Подсолнухи - Василий Егорович Афонин
Шрифт:
Интервал:
Закладка:
Тимофей Гаврилович вынес из горницы стол, составил с тем, что в прихожей: за одним не разместиться. Чашки и ложки жена у соседей взяла, стала кормить. Ох и ели они! Без жадности, без росплесков, не спеша, хлеб с тарелки алюминиевой брали в очередь, но ели много. Щей подливала хозяйка, картошку подкладывала. Долго пили чай. Тимофей Гаврилович объяснил, что чай пить не с чем, да и заварен он сухой душистой травкой, перемешанной со смородиновым листом, ну а им — лишь бы горячий. Да и запах от чая…
Поблагодарили, вылезли из-за столов, расселись кто где и, глядя на хозяйку, попросили разрешения закурить. Курили почти все. Махорка у них, газетка свернутая. У Тимофея Гавриловича рубленый самосад был, достал он самосад, развязал мешочек, пододвинул — берите, не стесняйтесь. И в запас возьмите, ничего.

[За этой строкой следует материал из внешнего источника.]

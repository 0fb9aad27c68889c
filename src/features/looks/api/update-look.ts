import { useMutation, useQueryClient } from '@tanstack/react-query';
import { api } from '../../../lib/api-client';
import type { LookUpdateInput, LookView } from '../../../../shared/schemas/look';
import { looksQueryOptions } from './get-looks';
import { apiPaths } from '../../../lib/paths';

export const updateLook = ({ pid, id, ...input }: LookUpdateInput & { pid: number; id: number }) => api.patch<{ look: LookView }>(apiPaths.production(pid).look(id).root(), input);
export function useUpdateLook(pid: number) {
  const qc = useQueryClient();
  return useMutation({ mutationFn: updateLook, onSuccess: () => qc.invalidateQueries({ queryKey: looksQueryOptions(pid).queryKey }) });
}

Сидели, курили. Помаленьку разговор завязался. Они спрашивали Тимофея Гавриловича о том о сем, а он отвечал. Сам вопросов не задавал — чего спросишь? О войне поговорили — это они хромоту его заметили, руку искалеченную. Разогрелись гости, обмякли. Тут их, без шапок и фуфаек, при свете зимнего дня и рассмотрел получше Тимофей Гаврилович. Сказать, чтобы худы были шибко, — нет. Небриты, рубахи грязные. Нет стариков, и больных нет вроде: никто не кашлянул с хрипом. Лет тридцати пяти, сорока, сорока пяти на вид, старше не было. И в лицах ничего страшного. Разговаривают хоть и просто, но в то же время не по-деревенски — сразу заметно. В разговоре вежливы, выслушивают один другого не перебивая. Называют друг друга, что очень понравилось Тимофею Гавриловичу, по имени-отчеству. В лица их всмотришься внимательно — хоть и огрубелые лица, в морщинах, в щетине двухнедельной, а не мужицкие лица. В глазах дума, усталость, печальные глаза. Но ни тоски, ни отчаяния не заметил Тимофей Гаврилович — и это его удивило. Все в них удивляло тогда, и не только его одного. К своим-то присмотрелись, привыкли, а здесь…

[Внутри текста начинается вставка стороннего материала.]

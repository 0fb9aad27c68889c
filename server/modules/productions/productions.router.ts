import { Router } from 'express';
import type { AppContext } from '../../context';
import { requireAuth } from '../../middleware/require-role';
import { validate } from '../../middleware/validate';
import { productionCreateSchema, productionUpdateSchema } from '../../../shared/schemas/auth';
import { handle, productionRoute } from '../route-registry';
import { ProductionsService } from './productions.service';
import { activityRecorder } from '../../services/activity/activity-recorder';

export function productionsRouter(ctx: AppContext): Router {
  const r = Router();
  const svc = new ProductionsService(ctx.ds, ctx.env.dataDir);

  r.get('/productions', requireAuth, handle(async (req, res) => void res.json({ productions: await svc.listFor(req.user!) })));
  r.post(
    '/productions',
    requireAuth,
    validate(productionCreateSchema),
    handle(async (req, res) => {
      const production = await svc.create(req.user!, req.body);
      // the first entry of its log (outside productionRoute: there is no production before this)
      await activityRecorder(ctx.ds).record({ productionId: production.id, actorId: req.user!.id, actorName: req.user!.name, action: 'created', kind: 'production', itemId: production.id, itemName: production.name, detail: '' });
      res.status(201).json({ production });
    }),
  );

  productionRoute(r, ctx, 'get', '', 'viewer', handle(async (req, res) => void res.json({ production: await svc.overview(req.membership!) })));
  productionRoute(
    r, ctx, 'patch', '', 'owner',
    validate(productionUpdateSchema),
    handle(async (req, res) => void res.json({ production: await svc.update(req.membership!, req.body) })),
  );
  productionRoute(r, ctx, 'delete', '', 'owner', handle(async (req, res) => {
    await svc.remove(req.membership!);
    res.status(204).end();
  }));
  return r;
}
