import { queryOptions, useQuery } from '@tanstack/react-query';
import { api } from '../../../lib/api-client';
import type { LookView } from '../../../../shared/schemas/look';
import { looksQueryOptions } from './get-looks';
import { apiPaths } from '../../../lib/paths';

export const getLook = (pid: number, id: number) => api.get<{ look: LookView }>(apiPaths.production(pid).look(id).root());
export const lookQueryOptions = (pid: number, id: number) =>
  queryOptions({ queryKey: [...looksQueryOptions(pid).queryKey, id], queryFn: () => getLook(pid, id), enabled: pid > 0 && id > 0 });
export const useLook = (pid: number, id: number) => useQuery(lookQueryOptions(pid, id));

Часа через два с лишним пришла рассыльная. В руках список хозяев, составленный Никишиным, куда расселять прибывших. Расселяла она так: подводила к очередному двору и спрашивала, робея, кто в этом дворе согласен жить.
— Да хоть я, — говорил кто-нибудь и оставался.
— А здесь кто останется? А в этом дворе? А вот в этом кто?
Тимофей Гаврилович проводил их за ворота, на благодарности сказал:
— Не за что! — И стоял еще некоторое время у ворот, глядя, как уходят они с рассыльной, держа в опущенных руках мешки.
Вернулся в избу, жена убирала со столов, стала она спрашивать его…
Наутро собрались в контору. Начал их Никишин расспрашивать: что да как? Что делать умеют. А они все умели. По лицу Никишина Тимофей Гаврилович видел, что тот доволен оборотом таким. Еще бы — пятнадцать мужиков прислать! Да не каких-нибудь там малахольных, больных или стариков, а прокаленных: ни огонь, ни стужа не брали их уже. Вот они перед глазами. Инженер-механик, инженер-электрик, радиоинженер, горный инженер, экономист, офицер, командир роты, директор завода, преподаватель института, начальник каких-то там путей сообщения. И еще, и еще, и еще. Народ образованный, но все это раньше было, а за последние годы они научились делать любую работу. На любую можно было их и направлять. Хотя Никишин сознался после, что неудобно было ему таких людей посылать в заснеженные поля за соломой, да и воза они не могли раскладывать, приходилось кому-то из деревенских быть в паре с ними. Зиму надо было им передюжить, а потом обживутся — ничего…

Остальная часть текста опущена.